YOUR ASSIGNMENT » Your answer should repeat every line of the records below in which the word "height" appears.

RAW DATA »
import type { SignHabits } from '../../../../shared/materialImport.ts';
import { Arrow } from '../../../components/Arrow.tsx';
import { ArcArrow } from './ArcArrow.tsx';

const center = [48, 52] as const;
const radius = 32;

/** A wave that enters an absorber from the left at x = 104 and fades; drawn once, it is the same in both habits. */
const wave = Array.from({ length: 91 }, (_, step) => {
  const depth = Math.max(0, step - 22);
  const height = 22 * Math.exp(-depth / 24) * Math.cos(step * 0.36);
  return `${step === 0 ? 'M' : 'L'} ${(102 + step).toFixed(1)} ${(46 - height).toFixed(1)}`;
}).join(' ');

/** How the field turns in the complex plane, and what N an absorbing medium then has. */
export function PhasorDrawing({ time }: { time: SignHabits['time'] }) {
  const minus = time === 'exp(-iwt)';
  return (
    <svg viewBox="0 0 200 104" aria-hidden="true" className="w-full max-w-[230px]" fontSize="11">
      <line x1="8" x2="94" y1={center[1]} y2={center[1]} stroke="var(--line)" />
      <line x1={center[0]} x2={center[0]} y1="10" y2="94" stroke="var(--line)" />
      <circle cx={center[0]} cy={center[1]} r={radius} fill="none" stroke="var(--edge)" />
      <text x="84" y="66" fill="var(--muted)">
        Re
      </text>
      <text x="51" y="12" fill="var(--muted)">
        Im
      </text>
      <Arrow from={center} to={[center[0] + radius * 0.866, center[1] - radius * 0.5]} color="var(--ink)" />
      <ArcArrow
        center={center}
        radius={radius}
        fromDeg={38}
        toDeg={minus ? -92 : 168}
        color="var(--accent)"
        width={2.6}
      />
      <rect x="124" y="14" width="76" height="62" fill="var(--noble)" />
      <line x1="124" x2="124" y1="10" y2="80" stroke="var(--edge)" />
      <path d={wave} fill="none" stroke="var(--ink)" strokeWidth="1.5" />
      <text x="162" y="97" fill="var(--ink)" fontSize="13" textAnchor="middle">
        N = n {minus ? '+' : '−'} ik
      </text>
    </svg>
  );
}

==

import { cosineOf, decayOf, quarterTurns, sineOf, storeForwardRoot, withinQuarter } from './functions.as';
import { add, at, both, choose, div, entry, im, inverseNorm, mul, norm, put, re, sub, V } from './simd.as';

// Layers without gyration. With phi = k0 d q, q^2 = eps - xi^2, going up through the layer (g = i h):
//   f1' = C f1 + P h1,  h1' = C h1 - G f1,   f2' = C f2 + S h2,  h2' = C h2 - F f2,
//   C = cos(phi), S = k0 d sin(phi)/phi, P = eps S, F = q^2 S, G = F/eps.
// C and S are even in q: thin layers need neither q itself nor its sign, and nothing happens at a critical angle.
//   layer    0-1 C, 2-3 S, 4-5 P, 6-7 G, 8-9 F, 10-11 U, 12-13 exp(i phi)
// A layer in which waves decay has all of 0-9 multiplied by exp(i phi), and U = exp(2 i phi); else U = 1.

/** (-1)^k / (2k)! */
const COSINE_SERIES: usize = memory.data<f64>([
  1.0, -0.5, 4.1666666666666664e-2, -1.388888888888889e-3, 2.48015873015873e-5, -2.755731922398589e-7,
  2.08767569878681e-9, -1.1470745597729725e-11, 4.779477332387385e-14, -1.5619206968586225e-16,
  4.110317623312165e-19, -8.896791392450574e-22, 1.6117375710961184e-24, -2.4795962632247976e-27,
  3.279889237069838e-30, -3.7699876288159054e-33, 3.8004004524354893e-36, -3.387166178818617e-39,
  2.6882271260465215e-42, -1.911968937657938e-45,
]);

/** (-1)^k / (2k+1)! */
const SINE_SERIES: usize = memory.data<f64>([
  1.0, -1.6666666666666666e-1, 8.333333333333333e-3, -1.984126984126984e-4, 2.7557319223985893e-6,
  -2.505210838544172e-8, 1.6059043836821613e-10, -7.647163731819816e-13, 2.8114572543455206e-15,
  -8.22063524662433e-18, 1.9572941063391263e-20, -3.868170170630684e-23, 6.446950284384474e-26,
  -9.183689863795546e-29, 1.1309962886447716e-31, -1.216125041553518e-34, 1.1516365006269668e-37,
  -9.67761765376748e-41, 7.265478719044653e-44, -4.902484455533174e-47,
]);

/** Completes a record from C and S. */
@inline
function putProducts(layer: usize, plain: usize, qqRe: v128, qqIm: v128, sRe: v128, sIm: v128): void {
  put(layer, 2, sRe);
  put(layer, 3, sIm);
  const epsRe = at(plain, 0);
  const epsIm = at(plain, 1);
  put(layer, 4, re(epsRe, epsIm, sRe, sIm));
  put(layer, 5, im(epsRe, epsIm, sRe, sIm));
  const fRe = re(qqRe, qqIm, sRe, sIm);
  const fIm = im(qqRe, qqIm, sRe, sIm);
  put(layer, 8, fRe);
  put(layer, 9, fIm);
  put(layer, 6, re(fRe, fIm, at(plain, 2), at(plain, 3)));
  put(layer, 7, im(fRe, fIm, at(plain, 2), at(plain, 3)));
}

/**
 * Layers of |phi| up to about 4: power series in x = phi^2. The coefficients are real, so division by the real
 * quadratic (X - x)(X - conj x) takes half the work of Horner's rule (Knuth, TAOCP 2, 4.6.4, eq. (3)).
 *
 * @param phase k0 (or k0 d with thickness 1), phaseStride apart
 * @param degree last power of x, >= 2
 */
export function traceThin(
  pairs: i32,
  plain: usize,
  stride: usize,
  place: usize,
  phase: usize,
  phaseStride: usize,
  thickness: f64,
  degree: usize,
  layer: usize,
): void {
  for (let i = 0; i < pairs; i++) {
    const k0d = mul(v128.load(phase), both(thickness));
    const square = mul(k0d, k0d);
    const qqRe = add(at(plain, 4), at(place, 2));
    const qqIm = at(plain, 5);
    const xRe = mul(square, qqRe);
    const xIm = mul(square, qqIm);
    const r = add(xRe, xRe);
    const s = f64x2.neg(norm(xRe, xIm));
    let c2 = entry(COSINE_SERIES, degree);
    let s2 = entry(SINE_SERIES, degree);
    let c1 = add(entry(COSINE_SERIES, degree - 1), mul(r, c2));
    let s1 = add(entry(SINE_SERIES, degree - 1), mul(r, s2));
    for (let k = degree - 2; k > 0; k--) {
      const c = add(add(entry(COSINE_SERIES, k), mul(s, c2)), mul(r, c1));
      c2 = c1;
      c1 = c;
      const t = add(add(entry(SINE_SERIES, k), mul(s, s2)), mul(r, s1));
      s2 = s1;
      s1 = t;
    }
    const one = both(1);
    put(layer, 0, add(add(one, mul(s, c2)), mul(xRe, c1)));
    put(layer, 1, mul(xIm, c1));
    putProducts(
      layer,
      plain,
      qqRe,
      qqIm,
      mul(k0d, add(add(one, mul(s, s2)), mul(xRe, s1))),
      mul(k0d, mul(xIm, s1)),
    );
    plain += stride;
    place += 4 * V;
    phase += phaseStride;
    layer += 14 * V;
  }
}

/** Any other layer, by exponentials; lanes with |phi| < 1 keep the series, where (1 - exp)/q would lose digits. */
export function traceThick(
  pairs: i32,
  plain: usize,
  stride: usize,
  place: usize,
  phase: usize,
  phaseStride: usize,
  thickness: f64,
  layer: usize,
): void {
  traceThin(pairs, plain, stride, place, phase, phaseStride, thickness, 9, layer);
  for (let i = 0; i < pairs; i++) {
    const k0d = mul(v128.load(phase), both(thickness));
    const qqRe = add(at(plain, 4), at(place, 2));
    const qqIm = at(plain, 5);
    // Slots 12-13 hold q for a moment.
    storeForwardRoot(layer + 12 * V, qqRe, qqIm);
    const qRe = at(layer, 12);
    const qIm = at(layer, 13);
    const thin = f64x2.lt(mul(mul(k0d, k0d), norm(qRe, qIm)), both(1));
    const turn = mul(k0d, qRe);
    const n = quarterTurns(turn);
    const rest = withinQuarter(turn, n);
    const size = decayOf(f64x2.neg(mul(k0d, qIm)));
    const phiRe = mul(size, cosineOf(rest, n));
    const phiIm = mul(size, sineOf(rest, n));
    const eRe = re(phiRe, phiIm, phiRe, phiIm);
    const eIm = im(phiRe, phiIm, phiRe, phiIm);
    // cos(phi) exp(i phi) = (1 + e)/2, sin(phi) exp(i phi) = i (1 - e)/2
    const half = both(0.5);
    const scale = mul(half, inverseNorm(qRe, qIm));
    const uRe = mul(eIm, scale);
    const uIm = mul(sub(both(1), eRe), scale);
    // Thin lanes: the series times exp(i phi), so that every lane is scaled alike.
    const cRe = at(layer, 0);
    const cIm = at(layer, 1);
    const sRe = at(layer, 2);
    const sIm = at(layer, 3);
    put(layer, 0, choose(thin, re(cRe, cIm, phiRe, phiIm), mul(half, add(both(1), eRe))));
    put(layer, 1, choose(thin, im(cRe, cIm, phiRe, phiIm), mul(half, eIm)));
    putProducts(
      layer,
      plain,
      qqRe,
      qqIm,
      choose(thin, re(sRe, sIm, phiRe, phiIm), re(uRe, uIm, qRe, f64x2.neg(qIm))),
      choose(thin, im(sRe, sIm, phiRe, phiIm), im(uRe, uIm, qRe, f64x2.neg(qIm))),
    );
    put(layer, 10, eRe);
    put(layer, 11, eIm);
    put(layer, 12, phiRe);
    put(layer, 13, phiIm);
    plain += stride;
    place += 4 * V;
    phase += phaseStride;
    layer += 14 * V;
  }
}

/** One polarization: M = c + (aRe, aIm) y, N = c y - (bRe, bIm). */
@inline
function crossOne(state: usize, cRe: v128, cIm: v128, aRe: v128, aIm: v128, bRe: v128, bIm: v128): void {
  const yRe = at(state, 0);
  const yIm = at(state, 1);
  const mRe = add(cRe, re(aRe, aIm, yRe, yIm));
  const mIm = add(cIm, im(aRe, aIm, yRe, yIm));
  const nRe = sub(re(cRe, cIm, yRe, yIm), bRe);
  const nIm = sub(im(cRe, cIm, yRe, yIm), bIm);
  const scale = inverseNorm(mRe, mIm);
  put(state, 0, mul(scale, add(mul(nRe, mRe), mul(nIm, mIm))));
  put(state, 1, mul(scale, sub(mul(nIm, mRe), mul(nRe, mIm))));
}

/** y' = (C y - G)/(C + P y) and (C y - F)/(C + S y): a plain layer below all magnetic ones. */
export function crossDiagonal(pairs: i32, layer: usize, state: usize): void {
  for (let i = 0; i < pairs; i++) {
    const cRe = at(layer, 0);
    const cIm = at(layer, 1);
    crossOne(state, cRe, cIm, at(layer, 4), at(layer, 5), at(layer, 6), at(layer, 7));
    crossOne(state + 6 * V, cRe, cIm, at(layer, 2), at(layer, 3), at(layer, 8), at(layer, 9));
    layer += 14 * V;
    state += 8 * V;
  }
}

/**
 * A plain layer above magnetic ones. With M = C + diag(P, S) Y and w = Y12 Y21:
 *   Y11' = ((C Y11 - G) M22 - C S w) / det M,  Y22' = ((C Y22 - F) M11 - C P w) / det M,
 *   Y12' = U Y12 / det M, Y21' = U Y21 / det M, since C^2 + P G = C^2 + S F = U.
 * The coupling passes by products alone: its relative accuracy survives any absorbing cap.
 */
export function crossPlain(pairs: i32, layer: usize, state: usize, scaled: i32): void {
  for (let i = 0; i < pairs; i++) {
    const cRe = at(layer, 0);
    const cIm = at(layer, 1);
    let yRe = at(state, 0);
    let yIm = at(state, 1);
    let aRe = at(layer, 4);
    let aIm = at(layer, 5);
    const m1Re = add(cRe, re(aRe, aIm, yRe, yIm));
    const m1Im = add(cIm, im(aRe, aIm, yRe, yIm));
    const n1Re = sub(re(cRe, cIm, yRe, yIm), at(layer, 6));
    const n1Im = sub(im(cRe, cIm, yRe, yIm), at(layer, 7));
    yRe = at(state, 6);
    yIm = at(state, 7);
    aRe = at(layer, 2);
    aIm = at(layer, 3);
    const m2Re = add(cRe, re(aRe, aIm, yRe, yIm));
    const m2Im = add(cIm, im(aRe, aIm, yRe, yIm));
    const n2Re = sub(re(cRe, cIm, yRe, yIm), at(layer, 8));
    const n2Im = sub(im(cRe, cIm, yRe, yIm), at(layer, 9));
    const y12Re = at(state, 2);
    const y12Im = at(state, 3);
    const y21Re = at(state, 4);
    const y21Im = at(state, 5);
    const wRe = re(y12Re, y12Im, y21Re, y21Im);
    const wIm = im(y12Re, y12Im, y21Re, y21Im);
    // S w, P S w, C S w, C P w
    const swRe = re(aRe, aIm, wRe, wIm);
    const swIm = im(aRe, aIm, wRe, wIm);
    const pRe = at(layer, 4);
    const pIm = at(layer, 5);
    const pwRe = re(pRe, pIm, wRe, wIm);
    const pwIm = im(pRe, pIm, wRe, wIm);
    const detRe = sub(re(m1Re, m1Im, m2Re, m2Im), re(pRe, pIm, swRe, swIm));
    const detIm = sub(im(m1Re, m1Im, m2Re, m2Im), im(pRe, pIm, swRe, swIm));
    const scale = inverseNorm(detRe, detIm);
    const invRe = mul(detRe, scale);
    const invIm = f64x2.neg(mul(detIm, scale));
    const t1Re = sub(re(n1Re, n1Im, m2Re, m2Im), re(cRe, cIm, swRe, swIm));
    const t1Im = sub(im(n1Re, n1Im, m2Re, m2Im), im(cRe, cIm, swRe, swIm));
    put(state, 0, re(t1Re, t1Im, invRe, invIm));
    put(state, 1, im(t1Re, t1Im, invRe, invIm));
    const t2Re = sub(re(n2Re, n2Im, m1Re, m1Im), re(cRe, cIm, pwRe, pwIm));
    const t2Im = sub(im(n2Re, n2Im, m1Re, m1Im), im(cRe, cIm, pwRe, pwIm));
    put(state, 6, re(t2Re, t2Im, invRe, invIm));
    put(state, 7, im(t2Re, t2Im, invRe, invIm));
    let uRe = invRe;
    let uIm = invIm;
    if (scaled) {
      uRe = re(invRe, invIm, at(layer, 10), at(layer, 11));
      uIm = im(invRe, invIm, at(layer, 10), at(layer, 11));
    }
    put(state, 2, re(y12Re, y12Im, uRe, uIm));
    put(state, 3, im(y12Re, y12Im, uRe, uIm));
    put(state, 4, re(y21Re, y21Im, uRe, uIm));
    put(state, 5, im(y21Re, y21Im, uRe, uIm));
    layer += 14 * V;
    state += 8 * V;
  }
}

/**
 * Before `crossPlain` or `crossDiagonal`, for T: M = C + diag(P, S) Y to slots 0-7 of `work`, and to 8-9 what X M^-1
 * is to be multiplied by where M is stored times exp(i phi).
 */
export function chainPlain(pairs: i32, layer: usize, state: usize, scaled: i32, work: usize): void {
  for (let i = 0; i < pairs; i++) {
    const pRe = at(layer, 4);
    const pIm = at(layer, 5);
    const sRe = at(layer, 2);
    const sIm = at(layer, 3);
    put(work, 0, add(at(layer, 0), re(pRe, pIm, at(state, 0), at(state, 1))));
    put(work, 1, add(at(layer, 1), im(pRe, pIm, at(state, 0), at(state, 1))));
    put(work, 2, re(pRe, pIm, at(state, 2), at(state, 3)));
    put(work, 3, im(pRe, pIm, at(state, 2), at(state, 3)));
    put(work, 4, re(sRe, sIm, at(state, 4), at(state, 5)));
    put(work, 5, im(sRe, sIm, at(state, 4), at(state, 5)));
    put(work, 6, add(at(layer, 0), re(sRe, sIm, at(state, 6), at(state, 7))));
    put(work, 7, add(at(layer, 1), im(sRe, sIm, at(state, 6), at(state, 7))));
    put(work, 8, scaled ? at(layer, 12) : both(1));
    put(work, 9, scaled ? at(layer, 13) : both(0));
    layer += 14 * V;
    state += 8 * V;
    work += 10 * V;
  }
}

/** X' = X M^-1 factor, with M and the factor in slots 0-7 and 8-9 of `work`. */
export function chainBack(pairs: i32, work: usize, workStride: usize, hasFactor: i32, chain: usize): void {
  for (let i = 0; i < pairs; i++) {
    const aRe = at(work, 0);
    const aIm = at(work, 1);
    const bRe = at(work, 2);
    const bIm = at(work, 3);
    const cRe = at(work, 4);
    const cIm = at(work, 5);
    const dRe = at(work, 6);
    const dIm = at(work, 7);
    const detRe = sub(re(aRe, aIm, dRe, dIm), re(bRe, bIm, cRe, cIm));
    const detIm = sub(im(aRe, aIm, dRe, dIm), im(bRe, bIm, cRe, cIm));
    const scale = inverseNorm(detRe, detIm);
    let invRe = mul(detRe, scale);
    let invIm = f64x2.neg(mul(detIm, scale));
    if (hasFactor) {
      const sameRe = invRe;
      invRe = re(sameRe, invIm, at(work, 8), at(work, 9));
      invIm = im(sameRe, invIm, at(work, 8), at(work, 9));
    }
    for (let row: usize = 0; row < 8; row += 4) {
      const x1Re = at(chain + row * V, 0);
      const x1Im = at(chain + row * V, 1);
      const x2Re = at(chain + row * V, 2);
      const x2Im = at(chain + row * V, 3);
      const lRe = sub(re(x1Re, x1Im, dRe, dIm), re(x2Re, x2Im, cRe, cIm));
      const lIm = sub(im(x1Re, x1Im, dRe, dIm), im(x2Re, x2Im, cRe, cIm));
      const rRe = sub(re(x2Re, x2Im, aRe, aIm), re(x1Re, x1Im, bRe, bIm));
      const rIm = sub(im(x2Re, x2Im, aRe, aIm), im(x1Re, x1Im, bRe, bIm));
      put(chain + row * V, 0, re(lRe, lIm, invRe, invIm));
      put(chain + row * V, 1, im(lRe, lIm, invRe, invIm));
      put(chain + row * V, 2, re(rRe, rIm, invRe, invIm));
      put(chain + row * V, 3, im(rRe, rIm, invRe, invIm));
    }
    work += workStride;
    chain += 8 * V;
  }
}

WRITTEN REPLY »
  const height = 22 * Math.exp(-depth / 24) * Math.cos(step * 0.36);
  return `${step === 0 ? 'M' : 'L'} ${(102 + step).toFixed(1)} ${(46 - height).toFixed(1)}`;
      <rect x="124" y="14" width="76" height="62" fill="var(--noble)" />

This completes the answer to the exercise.